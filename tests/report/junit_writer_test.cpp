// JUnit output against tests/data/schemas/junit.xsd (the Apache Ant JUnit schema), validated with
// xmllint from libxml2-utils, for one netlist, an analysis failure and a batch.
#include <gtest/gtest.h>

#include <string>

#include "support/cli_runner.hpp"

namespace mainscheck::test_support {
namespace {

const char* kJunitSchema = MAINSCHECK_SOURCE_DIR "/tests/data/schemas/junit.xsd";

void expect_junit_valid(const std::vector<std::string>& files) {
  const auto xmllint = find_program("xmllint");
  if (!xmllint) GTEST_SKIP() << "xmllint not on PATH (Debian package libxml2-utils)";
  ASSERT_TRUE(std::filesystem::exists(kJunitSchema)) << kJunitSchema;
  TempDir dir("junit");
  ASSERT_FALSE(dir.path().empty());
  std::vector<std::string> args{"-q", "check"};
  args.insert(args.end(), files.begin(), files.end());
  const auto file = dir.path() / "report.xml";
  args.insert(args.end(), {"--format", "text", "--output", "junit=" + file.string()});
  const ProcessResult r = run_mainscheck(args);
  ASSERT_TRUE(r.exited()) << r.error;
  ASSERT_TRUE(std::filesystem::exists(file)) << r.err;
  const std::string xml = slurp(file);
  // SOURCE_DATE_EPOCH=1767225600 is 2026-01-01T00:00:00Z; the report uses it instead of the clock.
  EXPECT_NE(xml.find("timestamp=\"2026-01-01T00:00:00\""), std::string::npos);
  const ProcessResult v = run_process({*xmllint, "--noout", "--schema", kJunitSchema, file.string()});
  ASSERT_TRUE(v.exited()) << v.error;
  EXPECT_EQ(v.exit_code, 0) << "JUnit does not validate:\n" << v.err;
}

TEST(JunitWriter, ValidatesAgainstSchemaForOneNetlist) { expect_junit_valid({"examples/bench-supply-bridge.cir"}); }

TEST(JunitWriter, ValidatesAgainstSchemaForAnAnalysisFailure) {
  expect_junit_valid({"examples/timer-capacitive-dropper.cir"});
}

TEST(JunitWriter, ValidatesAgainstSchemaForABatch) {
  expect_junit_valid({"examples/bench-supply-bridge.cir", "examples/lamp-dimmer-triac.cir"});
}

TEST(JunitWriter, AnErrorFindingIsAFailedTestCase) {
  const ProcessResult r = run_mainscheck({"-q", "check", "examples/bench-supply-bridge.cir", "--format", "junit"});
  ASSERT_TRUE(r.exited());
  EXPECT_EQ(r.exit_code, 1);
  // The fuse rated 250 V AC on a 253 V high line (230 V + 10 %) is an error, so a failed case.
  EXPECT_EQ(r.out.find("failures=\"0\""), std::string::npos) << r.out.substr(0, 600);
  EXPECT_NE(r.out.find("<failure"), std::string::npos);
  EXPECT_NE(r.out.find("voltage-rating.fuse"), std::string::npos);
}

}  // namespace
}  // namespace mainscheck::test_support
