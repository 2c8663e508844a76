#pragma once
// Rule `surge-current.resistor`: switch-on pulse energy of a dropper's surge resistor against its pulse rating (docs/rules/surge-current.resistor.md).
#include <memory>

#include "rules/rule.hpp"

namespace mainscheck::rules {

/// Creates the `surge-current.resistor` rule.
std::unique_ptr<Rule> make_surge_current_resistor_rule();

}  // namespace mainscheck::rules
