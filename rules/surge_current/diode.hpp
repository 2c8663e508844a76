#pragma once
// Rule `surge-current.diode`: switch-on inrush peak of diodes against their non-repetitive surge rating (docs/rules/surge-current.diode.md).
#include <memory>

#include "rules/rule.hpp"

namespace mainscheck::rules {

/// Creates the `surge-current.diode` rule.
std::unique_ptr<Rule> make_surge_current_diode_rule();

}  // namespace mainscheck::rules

----

*EXERCISE DESCRIPTION*
Of the lines above, output exactly those from the line bearing "if (!xmllint) GTEST_SKIP()" through the line bearing "const auto file", inclusive.

*REPLY TO THE TASK*
  if (!xmllint) GTEST_SKIP() << "xmllint not on PATH (Debian package libxml2-utils)";
  ASSERT_TRUE(std::filesystem::exists(kJunitSchema)) << kJunitSchema;
  TempDir dir("junit");
  ASSERT_FALSE(dir.path().empty());
  std::vector<std::string> args{"-q", "check"};
  args.insert(args.end(), files.begin(), files.end());
  const auto file = dir.path() / "report.xml";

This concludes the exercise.